TASK DETAILS: Only one span of the listing below is wanted: the lines from the one with "bedding + reinstatement." through the one with "if kind not", reproduced exactly, both ends kept.

++++ SOURCE INFORMATION

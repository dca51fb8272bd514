// POST /api/requests and GET /api/bikes against a fresh seeded database: a valid request is stored
// with recommendation version 1 in one go; every kind of bad input is refused naming the field and
// leaves no row and no file; the limiter answers 429.
import { readdirSync, readFileSync } from "node:fs";
import path from "node:path";
import { count, eq } from "drizzle-orm";
import { http, HttpResponse } from "msw";
import { describe, expect, it } from "vitest";
import { GET as listBikes } from "@/app/api/bikes/route";
import { POST as submit } from "@/app/api/requests/route";
import { getDb } from "@/db/client";
import { bikeModels, recommendationVersions, setupRequests, uploads } from "@/db/schema";
import { findRequestIdByStatusToken } from "@/db/queries/status-links";
import { listOutboundEmailsForRequest } from "@/db/queries/outbound-emails";
import { mailBaseUrl } from "@/lib/env";
import { drainOutbox, startOutboxWorker, stopOutboxWorker } from "@/lib/mail";
import { listAuditForRequest } from "@/db/queries/audit";
import { stableUuid } from "@/db/seed-demo";
import { recommendationSchema } from "@/lib/sizing";
import { setupTestApp } from "../helpers/app";
import { fromClient } from "../helpers/client";
import { ORIGIN } from "../helpers/auth";
import { heicHeader, pdfBytes, tinyJpeg, tinyPng } from "../fixtures/images";

const app = setupTestApp({ seed: true, tempDataDir: true });
let ip = 0;

const bike450 = stableUuid("bike:mx-450-4t");

function answers(overrides: Record<string, unknown> = {}) {
  return {
    rider: {
      name: "Test Rider",
      email: "Test.Rider@Example.test",
      weight: { value: 180, unit: "lb" },
      gearIncluded: false,
      skill: "intermediate",
      style: "moderate",
    },
    riding: { discipline: "motocross", terrain: ["loam"], jumpSize: "medium", hoursPerMonth: 10 },
    bike: { modelId: bike450, year: 2023 },
    feel: { complaints: ["bottoming"], notes: "Bottoms on the big table." },
    review: { consent: true },
    ...overrides,
  };
}

// Each call comes from its own address unless a test asks otherwise, so the limiter stays out of the way.
const post = (body: BodyInit, headers: Record<string, string> = {}, from = `10.0.${++ip >> 8}.${ip & 255}`) =>
  submit(
    new Request(`${ORIGIN()}/api/requests`, { method: "POST", body, headers: { ...fromClient(from), ...headers } }),
    undefined as never,
  );
const postJson = (value: unknown, from?: string) =>
  post(JSON.stringify(value), { "content-type": "application/json" }, from);
function postForm(value: unknown, files: { bytes: Uint8Array; name: string; type: string }[] = []) {
  const form = new FormData();
  form.set("answers", typeof value === "string" ? value : JSON.stringify(value));
  for (const f of files) form.append("photos", new File([f.bytes as BlobPart], f.name, { type: f.type }));
  return post(form);
}

async function counts() {
  const db = await getDb();
  const [requests] = await db.select({ n: count() }).from(setupRequests);
  const [files] = await db.select({ n: count() }).from(uploads);
  let onDisk: string[] = [];
  try {
    onDisk = readdirSync(path.join(app.dataDir, "uploads"));
  } catch {
    // No upload yet.
  }
  return { requests: Number(requests?.n), uploads: Number(files?.n), onDisk: onDisk.length };
}
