describe("setup sheet of seeded approved request r09", () => {
  let text = "";
  let flat = "";
  let rec: Recommendation;
  let pdf: Uint8Array;

  beforeAll(async () => {
    pdf = await pdfOf(await getSheet(r09, { version: "1" }, staffCookie));
    text = pdfText(pdf);
    flat = squash(text);
    rec = await storedRecommendation(r09);
  });

  it("is a sane PDF: A4 from the shop settings, two pages, fixed metadata", () => {
    const info = pdfInfo(pdf);
    expect(Number(info.Pages)).toBeGreaterThanOrEqual(1);
    expect(Number(info.Pages)).toBeLessThanOrEqual(3);
    // ISO 216: A4 is 210 × 297 mm = 595.28 × 841.89 pt.
    expect(info["Page size"]).toContain("595.28 x 841.89");
    expect(info.Title).toBe("Setup sheet, request 9, version 1");
    // Only the shipped Inter, embedded as subsets: no text left to a viewer's fallback font.
    const fonts = pdfFonts(pdf);
    expect(fonts.map((f) => f.name.replace(/^[A-Z]{6}\+/, "")).sort()).toEqual([
      "Inter-Bold",
      "Inter-Regular",
      "Inter-SemiBold",
    ]);
    expect(fonts.every((f) => f.embedded)).toBe(true);
  });

  it("shows the shop, the rider, the bike, the version, the approval date and the tuner", () => {
    expect(flat).toContain("Cinderline Suspension (demo)");
    expect(flat).toContain("workshop@cinderline.test");
    expect(flat).toContain("Dario Lindqvist");
    expect(flat).toContain("450 four-stroke motocross");
    expect(flat).toMatch(/Version 1 · approved \d{1,2} [A-Z][a-z]+ \d{4} by Teo Brambleton/);
    expect(flat).not.toMatch(/DRAFT|draft/);
  });

  it("gives each spring rate in N/mm, kgf/mm and lbf/in next to the stock rate (NIST SP 811 factors)", () => {
    const fork = [rec.front.chosenRate!.nMm, rec.front.stockRate!.nMm];
    for (const n of fork) {
      expect(flat).toContain(`${n.toFixed(2)} N/mm`);
      expect(flat).toContain(`${kgfMm(n).toFixed(3)} kgf/mm`);
      expect(flat).toContain(`${lbfIn(n).toFixed(1)} lbf/in`);
    }
    for (const n of [rec.rear.chosenRate.nMm, rec.rear.stockRate.nMm]) {
      expect(flat).toContain(`${n.toFixed(1)} N/mm`);
      expect(flat).toContain(`${kgfMm(n).toFixed(2)} kgf/mm`);
      expect(flat).toContain(`${lbfIn(n).toFixed(0)} lbf/in`);
    }
  });

  it("printed conversions agree with convertRate to the printed precision", () => {
    // The rate tables read back from the page: a line of kgf/mm figures sits between its N/mm and
    // lbf/in lines, fork (recommended, stock) then shock (recommended, stock) from left to right.
    const lines = text.split("\n").filter((l) => l.trim());
    const figures = (line: string, u: string) =>
      [...line.matchAll(new RegExp(`([\\d.]+) ${u}`, "g"))].map((m) => m[1]!);
    const rows = lines.flatMap((line, i) => {
      const kgf = figures(line, "kgf/mm");
      if (kgf.length < 2) return [];
      const n = figures(lines[i - 1]!, "N/mm");
      const lbf = figures(lines[i + 1]!, "lbf/in");
      return kgf.map((k, j) => ({ n: n[j]!, kgf: k, lbf: lbf[j]! }));
    });
    expect(rows).toHaveLength(4);
    const halfUlp = (s: string) => 0.5 * 10 ** -(s.split(".")[1]?.length ?? 0);
    for (const { n, kgf, lbf } of rows) {
      // The N/mm figure is itself rounded: allow its rounding, carried through the factor.
      const nTol = halfUlp(n);
      expect(Math.abs(convertRate(Number(n), "N/mm", "kgf/mm") - Number(kgf))).toBeLessThanOrEqual(
        halfUlp(kgf) + convertRate(nTol, "N/mm", "kgf/mm") + 1e-9,
      );
      expect(Math.abs(convertRate(Number(n), "N/mm", "lbf/in") - Number(lbf))).toBeLessThanOrEqual(
        halfUlp(lbf) + convertRate(nTol, "N/mm", "lbf/in") + 1e-9,
      );
    }
  });

  it("gives preload in mm and collar turns, sag targets, expected sag and the oil level", () => {
    expect(flat).toContain(`Preload ${rec.rear.preloadMm.toFixed(1)} mm`);
    expect(flat).toContain(`Preload ${rec.front.preloadMm!.toFixed(1)} mm`);
    // Screw thread: turns = preload / pitch.
    const turns = rec.rear.preloadMm / rec.input.bike.rear.collarPitchMm;
    expect(flat).toContain(`${turns.toFixed(1)} turns from where the collar`);
    for (const end of [rec.front, rec.rear]) {
      expect(flat).toContain(`Race sag target ${end.sagTargets.raceSagMm.toFixed(0)} mm`);
      expect(flat).toContain(
        `Static sag window ${end.sagTargets.staticSagMinMm.toFixed(0)}–${end.sagTargets.staticSagMaxMm.toFixed(0)} mm`,
      );
      expect(flat).toContain(
        `race ${end.predicted.raceSagMm.toFixed(0)} mm, static ${end.predicted.staticSagMm.toFixed(0)} mm`,
      );
    }
    expect(flat).toContain(
      `Oil level ${rec.front.oilLevelMm!.toFixed(0)} mm (stock ${rec.front.stockOilLevelMm.toFixed(0)} mm)`,
    );
  });

  it("lists every starting clicker position counted out from fully closed, beside stock", () => {
    expect(flat).toContain("count out");
    expect(flat).toContain("fully closed");
    // The shop's one vocabulary (lib/labels.ts), the same words as on screen.
    const names = {
      forkCompression: "Fork compression",
      forkRebound: "Fork rebound",
      shockLowSpeedCompression: "Shock low-speed compression",
      shockHighSpeedCompression: "Shock high-speed compression",
      shockRebound: "Shock rebound",
    } as const;
    for (const c of rec.clickers) {
      const count = (v: number) =>
        c.unit === "clicks" ? `${v} click${v === 1 ? "" : "s"}` : `${String(v)} turn${v === 1 ? "" : "s"}`;
      expect(flat).toContain(`${names[c.id]} ${count(c.position)} ${count(c.stock)}`);
    }
  });

  it("explains free, static and race sag step by step and carries the cautions", () => {
    // One set of words and reading labels on the sheet, the status page and the e-mails
    // (lib/validations/sag-terms.ts); the method is common practice.
    expect(flat).toContain("Reading A, fully extended: Bike on a stand, wheel hanging free.");
    expect(flat).toContain("Reading B, on its own weight");
    expect(flat).toContain("Reading C, you aboard");
    expect(flat).toContain("Free sag (optional)");
    expect(flat).not.toMatch(/L[123]\b/);
    expect(flat).toContain("Static sag = A − B");
    expect(flat).toContain("Race sag = A − C");
    expect(flat).toContain("Springs and gas-charged shocks store energy");
    expect(flat).toContain("manufacturer's service manual");
    expect(flat).toContain("qualified technician");
    expect(flat).toMatch(/re-check sag, the tightening torque of every fastener/);
  });

  it("prints the tuner's notes and a private report link that opens this request", async () => {
    expect(flat).toContain("Set race sag first, then check static sag");
    const token = /\/status\/([A-Za-z0-9_-]{40,})/.exec(text)?.[1];
    expect(token).toBeTruthy();
    expect(await findRequestIdByStatusToken(token!)).toBe(r09);
    // Printed as a working link on an approved sheet (a PDF link annotation, ISO 32000-1 §12.6.4.7).
    expect(Buffer.from(pdf).toString("latin1")).toMatch(/\/URI\s*\(/);
  });

  it("is reproducible: the same version renders to the same text and bytes", async () => {
    const again = await pdfOf(await getSheet(r09, { version: "1", token: demoStatusToken(SECRET, r09) }));
    expect(pdfText(again)).toBe(text);
    expect(Buffer.from(again).equals(Buffer.from(pdf))).toBe(true);
  });

  it("offers a file name with the request number and version", async () => {
    const response = await getSheet(r09, { version: "1" }, staffCookie);
    expect(response.headers.get("content-disposition")).toBe('inline; filename="setup-sheet-9-v1.pdf"');
    expect(response.headers.get("cache-control")).toBe("private, no-store");
  });
});
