@dataclass(frozen=True)
class PriceTable:
    """Unit prices for trenches, fittings, structures, pumping and energy.

    Attributes
    ----------
    excavation_depth_to_m : tuple of float
        Upper depth of each excavation band, m, ascending; the last is inf.
    excavation_per_m3 : tuple of float
        Price per m³ of trench in each band.  A trench ``d`` deep pays each
        slice of its depth at the rate of the band the slice lies in
        (continuous in depth; common practice, no single source).
    shoring_per_m2 : float
        Trench support, per m² of trench wall (both walls, full height).
    shoring_depth_m : float
        Trenches deeper than this are shored (1.5 m: most trench-safety
        rules, e.g. US OSHA 29 CFR 1926.652 asks for protection from 5 ft).
    bedding_per_m3 : float
        Imported bedding under the pipe, per m³.
    reinstatement_per_m2 : tuple of (str, float)
        Surface reinstatement per m² of trench top by surface class; the
        class ``"default"`` prices any class not listed.
    fittings : tuple of (str, tuple of (size_mm, price))
        Price each by kind and nominal size; between listed sizes the price
        is interpolated linearly, below the smallest it is the smallest's,
        above the largest it is extrapolated from the last two sizes.
    manhole_base, manhole_per_m, drop_manhole_extra : float
        Manhole = base + per_m × depth (+ drop extra for a drop manhole).
    crossing_lump_sum : float
        Per crossing of a road, stream or railway.
    pump_station_fixed, pump_station_per_kw : float
        Pump or lift station = fixed + per_kw × shaft power; no station, no
        cost.
    energy_per_kwh : float
        Price of electrical energy.
    hours_per_year : float
        Pumping hours a year at the design duty.
    years : float
        Period of the present value.
    discount_rate : float
        Real discount rate a year (0.05 = 5 %).
    placeholder : bool
        True while any price is an invented default.
    defaulted : tuple of str
        Items taken from the placeholder defaults.
    source : str
        Where the table came from.

    Examples
    --------
    >>> p = default_prices()
    >>> p.placeholder, float(p.pump_station_cost(100.0)[()])
    (True, 130000.0)
    """

    excavation_depth_to_m: tuple = (1.5, 3.0, 4.5, math.inf)
    excavation_per_m3: tuple = (25.0, 32.0, 42.0, 55.0)
    shoring_per_m2: float = 18.0
    shoring_depth_m: float = 1.5
    bedding_per_m3: float = 45.0
    reinstatement_per_m2: tuple = (("default", 4.0), ("1", 4.0), ("2", 9.0), ("3", 6.0), ("4", 12.0),
                                   ("5", 65.0))
    fittings: tuple = (
        ("air_valve", ((50.0, 450.0), (400.0, 2500.0))),
        ("washout", ((50.0, 350.0), (400.0, 2000.0))),
        ("isolation_valve", ((32.0, 120.0), (110.0, 450.0), (400.0, 4500.0))),
        ("thrust_block", ((32.0, 60.0), (400.0, 900.0))),
        ("prv", ((50.0, 1800.0), (400.0, 15000.0))),
    )
    manhole_base: float = 1500.0
    manhole_per_m: float = 600.0
    drop_manhole_extra: float = 1200.0
    crossing_lump_sum: float = 5000.0
    pump_station_fixed: float = 40000.0
    pump_station_per_kw: float = 900.0
    energy_per_kwh: float = 0.15
    hours_per_year: float = 1500.0
    years: float = 25.0
    discount_rate: float = 0.05
    placeholder: bool = True
    defaulted: tuple = field(default=(), compare=False)
    source: str = field(default="built-in placeholder defaults", compare=False)

    def __post_init__(self):
        d = np.asarray(self.excavation_depth_to_m, float)
        r = np.asarray(self.excavation_per_m3, float)
        if d.ndim != 1 or d.size == 0 or d.shape != r.shape or np.any(np.diff(d) <= 0) or d[0] <= 0 \
                or not np.isinf(d[-1]) or not np.all(np.isfinite(r)) or np.any(r < 0):
            raise InputError("price table 'excavation': give bands with ascending depth_to_m > 0, the last open "
                             f"(deeper), and prices >= 0; got depths {d.tolist()} and prices {r.tolist()}")
        for name in ("shoring_per_m2", "shoring_depth_m", "bedding_per_m3", "manhole_base", "manhole_per_m",
                     "drop_manhole_extra", "crossing_lump_sum", "pump_station_fixed", "pump_station_per_kw",
                     "energy_per_kwh", "hours_per_year", "years", "discount_rate"):
            v = getattr(self, name)
            if not (isinstance(v, (int, float, np.floating)) and np.isfinite(v) and v >= 0):
                raise InputError(f"price table '{name}' must be a number >= 0, got {v!r}")
        if self.hours_per_year > 8760:
            raise InputError(f"price table 'hours_per_year' is {self.hours_per_year}; a year has 8760 hours")
        classes = dict(self.reinstatement_per_m2)
        if "default" not in classes:
            raise InputError("price table 'reinstatement' has no 'default' class; add one for surfaces not listed")
        for kind, rows in self.fittings:
            s = np.asarray([a for a, _ in rows], float)
            if s.size == 0 or np.any(np.diff(s) <= 0):
                raise InputError(f"price table fitting '{kind}': sizes must be distinct; got {s.tolist()}")

    # ------------------------------------------------------------------ prices
    def excavation_rate(self, depth_m):
        """Marginal excavation price per m³ of the slice at *depth_m* below ground."""
        d = np.asarray(depth_m, float)
        idx = np.searchsorted(np.asarray(self.excavation_depth_to_m), d, side="right")
        return np.asarray(self.excavation_per_m3)[np.minimum(idx, len(self.excavation_per_m3) - 1)]

    def excavation_cost_per_m2(self, depth_m):
        """Excavation price of a trench *depth_m* deep per m² of plan (the banded integral)."""
        d = np.maximum(np.asarray(depth_m, float), 0.0)
        tops = np.concatenate([[0.0], np.asarray(self.excavation_depth_to_m[:-1])])
        bottoms = np.asarray(self.excavation_depth_to_m)
        slice_m = np.clip(d[..., None] - tops, 0.0, bottoms - tops)
        return slice_m @ np.asarray(self.excavation_per_m3)

    def reinstatement_rate(self, surface_class=None, size=None):
        """Reinstatement per m² for each surface class (str or int codes; None: default)."""
        table = dict(self.reinstatement_per_m2)
        if surface_class is None:
            out = np.full(() if size is None else size, table["default"], float)
            return out
        cls = np.asarray(surface_class, dtype=object)
        keys = np.array([str(int(c)) if isinstance(c, (int, np.integer)) or
                         (isinstance(c, (float, np.floating)) and float(c).is_integer()) else str(c)
                         for c in cls.ravel()], dtype=object)
        return np.array([table.get(k, table["default"]) for k in keys], float).reshape(cls.shape)

    def trench_parts(self, depth_m, width_m, length_m, surface_class=None, *, bedding_m=0.1, reinstatement_per_m2=None):
        """Trench cost split into excavation, shoring, bedding and reinstatement (arrays).

        Parameters
        ----------
        depth_m : array_like
            Depth from ground to the bottom of the bedding, m.
        width_m, length_m : array_like
            Trench width and length, m.
        surface_class : array_like or None
            Surface class per trench (land-use code or name); None: ``default``.
        bedding_m : float, default=0.1
            Thickness of the bedding layer, m.
        reinstatement_per_m2 : array_like or None
            Reinstatement rate per trench, replacing the class lookup (e.g. a
            length-weighted mean over the surfaces a link crosses, see
            :meth:`mixed_reinstatement_rate`).
        """
        d, w, L = np.broadcast_arrays(*(np.asarray(a, float) for a in (depth_m, width_m, length_m)))
        plan = w * L
        deep = d > self.shoring_depth_m
        return {
            "excavation": self.excavation_cost_per_m2(d) * plan,
            "shoring": np.where(deep, 2.0 * d * L * self.shoring_per_m2, 0.0),
            "bedding": self.bedding_per_m3 * plan * bedding_m,
            "reinstatement": (self.reinstatement_rate(surface_class, d.shape) if reinstatement_per_m2 is None
                              else np.asarray(reinstatement_per_m2, float)) * plan,
        }

    def mixed_reinstatement_rate(self, offsets, surface_class, length_m):
        """Length-weighted reinstatement rate per trench over the surface classes it crosses.

        Parameters
        ----------
        offsets : array_like of int, shape (L + 1,)
            CSR offsets: trench ``k`` crosses pieces ``offsets[k]:offsets[k+1]``.
        surface_class : array_like, one per piece
            Class code of each piece (NaN or unknown: the ``default`` class).
        length_m : array_like, one per piece
            Length of each piece.

        Examples
        --------
        >>> float(default_prices().mixed_reinstatement_rate([0, 2], [1, 5], [90.0, 10.0])[0])   # 0.9*4 + 0.1*65
        10.1
        """
        off = np.asarray(offsets, np.int64)
        cls = np.asarray(surface_class, float)
        ln = np.asarray(length_m, float)
        codes = np.where(np.isfinite(cls), cls, -1.0)
        table = dict(self.reinstatement_per_m2)
        uniq, inv = np.unique(codes, return_inverse=True)
        rate_u = np.array([table.get(str(int(c)), table["default"]) if c >= 0 and float(c).is_integer()
                           else table["default"] for c in uniq], float)
        piece = np.repeat(np.arange(off.size - 1), np.diff(off))
        L = off.size - 1
        tot = np.bincount(piece, weights=ln, minlength=L)
        wsum = np.bincount(piece, weights=ln * rate_u[inv.ravel()] if ln.size else ln, minlength=L)
        return np.where(tot > 0, wsum / np.where(tot > 0, tot, 1.0), table["default"])

    def trench_cost(self, depth_m, width_m, length_m, surface_class=None, *, bedding_m=0.1):
        """Total trench cost: excavation + shoring + bedding + reinstatement.

        Examples
        --------
        >>> p = default_prices()
        >>> float(p.trench_cost(1.0, 0.5, 10.0, bedding_m=0.0)[()])   # 25*5 + 4*5
        145.0
        """
        parts = self.trench_parts(depth_m, width_m, length_m, surface_class, bedding_m=bedding_m)
        return parts["excavation"] + parts["shoring"] + parts["bedding"] + parts["reinstatement"]

    def manhole_cost(self, depth_m, drop=False):
        """Manhole price: base + per metre of depth, plus the drop extra where *drop*."""
        d = np.maximum(np.asarray(depth_m, float), 0.0)
        return self.manhole_base + self.manhole_per_m * d + np.where(np.asarray(drop, bool), self.drop_manhole_extra, 0.0)

    def fitting_cost(self, kind, size_mm):
        """Price each of a fitting *kind* at nominal *size_mm* (see the ``fittings`` attribute)."""
        table = dict(self.fittings)
        if kind not in table:
            raise InputError(f"price table has no fitting '{kind}'; add rows 'fitting,{kind},SIZE_MM,,PRICE,each' "
                             f"(kinds priced: {', '.join(table)})")
        s = np.asarray([a for a, _ in table[kind]], float)
        p = np.asarray([b for _, b in table[kind]], float)
        x = np.asarray(size_mm, float)
        out = np.interp(x, s, p)
        if s.size >= 2:
            slope = (p[-1] - p[-2]) / (s[-1] - s[-2])
            out = np.where(x > s[-1], np.maximum(p[-1] + slope * (x - s[-1]), 0.0), out)
        return out

    def pump_station_cost(self, power_kw):
        """Pump or lift station price: fixed + per kW; zero where no power is needed."""
        kw = np.asarray(power_kw, float)
        return np.where(kw > 0, self.pump_station_fixed + self.pump_station_per_kw * kw, 0.0)

    @property
    def pv_factor(self) -> float:
        """Annuity factor of the table's years and discount rate."""
        return annuity_factor(self.discount_rate, self.years)

    def energy_cost_pv(self, power_kw, hours_per_year=None):
        """Present value of the energy bill of *power_kw* run *hours_per_year* a year."""
        h = self.hours_per_year if hours_per_year is None else hours_per_year
        return np.asarray(power_kw, float) * np.asarray(h, float) * self.energy_per_kwh * self.pv_factor

    # ------------------------------------------------------------------ rows
    def rows(self):
        """The table as CSV rows (item, key, size_mm, depth_to_m, value, unit)."""
        out = [("placeholder", "", "", "", "1" if self.placeholder else "0", "")]
        for dep, r in zip(self.excavation_depth_to_m, self.excavation_per_m3):
            out.append(("excavation", "", "", "" if math.isinf(dep) else _g(dep), _g(r), "m3"))
        out += [("shoring", "rate", "", "", _g(self.shoring_per_m2), "m2"),
                ("shoring", "from_depth", "", "", _g(self.shoring_depth_m), "m"),
                ("bedding", "", "", "", _g(self.bedding_per_m3), "m3")]
        out += [("reinstatement", k, "", "", _g(v), "m2") for k, v in self.reinstatement_per_m2]
        for kind, rows in self.fittings:
            out += [("fitting", kind, _g(s), "", _g(v), "each") for s, v in rows]
        out += [("manhole", "base", "", "", _g(self.manhole_base), "each"),
                ("manhole", "per_m", "", "", _g(self.manhole_per_m), "m"),
                ("manhole", "drop_extra", "", "", _g(self.drop_manhole_extra), "each"),
                ("crossing", "", "", "", _g(self.crossing_lump_sum), "each"),
                ("pump_station", "fixed", "", "", _g(self.pump_station_fixed), "each"),
                ("pump_station", "per_kw", "", "", _g(self.pump_station_per_kw), "kW"),
                ("energy", "per_kwh", "", "", _g(self.energy_per_kwh), "kWh"),
                ("operation", "hours_per_year", "", "", _g(self.hours_per_year), "h"),
                ("operation", "years", "", "", _g(self.years), "a"),
                ("operation", "discount_rate", "", "", _g(self.discount_rate), "")]
        return out

    def describe(self) -> str:
        """One line for ``run_info``: source and placeholder status."""
        if self.placeholder:
            what = ("all prices are invented placeholders" if not self.defaulted or len(self.defaulted) >= len(_SCHEMA) - 1
                    else "placeholder prices for: " + ", ".join(self.defaulted))
            return f"{self.source}; PLACEHOLDER: {what}; give your own price table (--prices FILE)"
        return f"{self.source}; user prices"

++++++++

EXERCISE ANSWER:
        """Total trench cost: excavation + shoring + bedding + reinstatement.

        Examples
        --------
        >>> p = default_prices()
        >>> float(p.trench_cost(1.0, 0.5, 10.0, bedding_m=0.0)[()])   # 25*5 + 4*5
        145.0
        """
        parts = self.trench_parts(depth_m, width_m, length_m, surface_class, bedding_m=bedding_m)
        return parts["excavation"] + parts["shoring"] + parts["bedding"] + parts["reinstatement"]

    def manhole_cost(self, depth_m, drop=False):
        """Manhole price: base + per metre of depth, plus the drop extra where *drop*."""
        d = np.maximum(np.asarray(depth_m, float), 0.0)
        return self.manhole_base + self.manhole_per_m * d + np.where(np.asarray(drop, bool), self.drop_manhole_extra, 0.0)

    def fitting_cost(self, kind, size_mm):
        """Price each of a fitting *kind* at nominal *size_mm* (see the ``fittings`` attribute)."""
        table = dict(self.fittings)
        if kind not in table:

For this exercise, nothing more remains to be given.